EXERCISE DIRECTIONS> What you return should match the records below exactly.

DATA TO PROCESS>
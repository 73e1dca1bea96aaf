import { bandIfKnown, choice, quantity, quantityIfKnown } from '../fields';

const size = { above: 0, most: 2000 };
const volume = { least: 0, most: 100_000 };

export const fields = {
  bore: quantity('mm', { label: 'Bore', ...size }),
  stroke: quantity('mm', { label: 'Stroke', ...size }),
  chamber: quantity('cm³', {
    label: 'Combustion chamber',
    hint: 'By burette, valves and plug in, up to the face of the head.',
    ...volume,
  }),
  gasketBore: quantity('mm', { label: 'Bore of the gasket', ...size }),
  gasketThickness: quantity('mm', { label: 'Gasket when squeezed', least: 0, most: 50 }),
  crown: choice(
    [
      { value: 'flat', label: 'Flat' },
      { value: 'dish', label: 'Dished, or with pockets' },
      { value: 'dome', label: 'Domed' },
    ],
    { label: 'Crown of the piston' },
  ),
  crownVolume: quantityIfKnown('cm³', { label: 'Volume of dish or dome', ...volume }),
  deck: quantityIfKnown('mm', {
    label: 'Deck clearance, measured',
    hint: 'From the deck down to the crown at top dead centre; less than zero where the piston stands proud.',
    least: -50,
    most: 100,
  }),
  blockHeight: quantityIfKnown('mm', { label: 'Block, crankshaft centre to deck', ...size }),
  rodLength: quantityIfKnown('mm', { label: 'Rod, centre to centre', ...size }),
  pinHeight: quantityIfKnown('mm', { label: 'Piston, pin centre to crown', ...size }),
  ratio: bandIfKnown(':1', { label: 'Compression ratio allowed', nominal: 'wanted' }),
  wanted: quantityIfKnown(':1', {
    label: 'Ratio wanted',
    hint: 'To be told the chamber that gives it.',
    above: 1,
    most: 100,
  }),
};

EXERCISE ANSWER>
repository 73e1dca1bea96aaf
import { bandIfKnown, choice, quantity, quantityIfKnown } from '../fields';

const size = { above: 0, most: 2000 };
const volume = { least: 0, most: 100_000 };

export const fields = {
  bore: quantity('mm', { label: 'Bore', ...size }),
  stroke: quantity('mm', { label: 'Stroke', ...size }),
  chamber: quantity('cm³', {
    label: 'Combustion chamber',
    hint: 'By burette, valves and plug in, up to the face of the head.',
    ...volume,
  }),
  gasketBore: quantity('mm', { label: 'Bore of the gasket', ...size }),
  gasketThickness: quantity('mm', { label: 'Gasket when squeezed', least: 0, most: 50 }),
  crown: choice(
    [
      { value: 'flat', label: 'Flat' },
      { value: 'dish', label: 'Dished, or with pockets' },
      { value: 'dome', label: 'Domed' },
    ],
    { label: 'Crown of the piston' },
  ),
  crownVolume: quantityIfKnown('cm³', { label: 'Volume of dish or dome', ...volume }),
  deck: quantityIfKnown('mm', {
    label: 'Deck clearance, measured',
    hint: 'From the deck down to the crown at top dead centre; less than zero where the piston stands proud.',
    least: -50,
    most: 100,
  }),
  blockHeight: quantityIfKnown('mm', { label: 'Block, crankshaft centre to deck', ...size }),
  rodLength: quantityIfKnown('mm', { label: 'Rod, centre to centre', ...size }),
  pinHeight: quantityIfKnown('mm', { label: 'Piston, pin centre to crown', ...size }),
  ratio: bandIfKnown(':1', { label: 'Compression ratio allowed', nominal: 'wanted' }),
  wanted: quantityIfKnown(':1', {
    label: 'Ratio wanted',
    hint: 'To be told the chamber that gives it.',
    above: 1,
    most: 100,
  }),
};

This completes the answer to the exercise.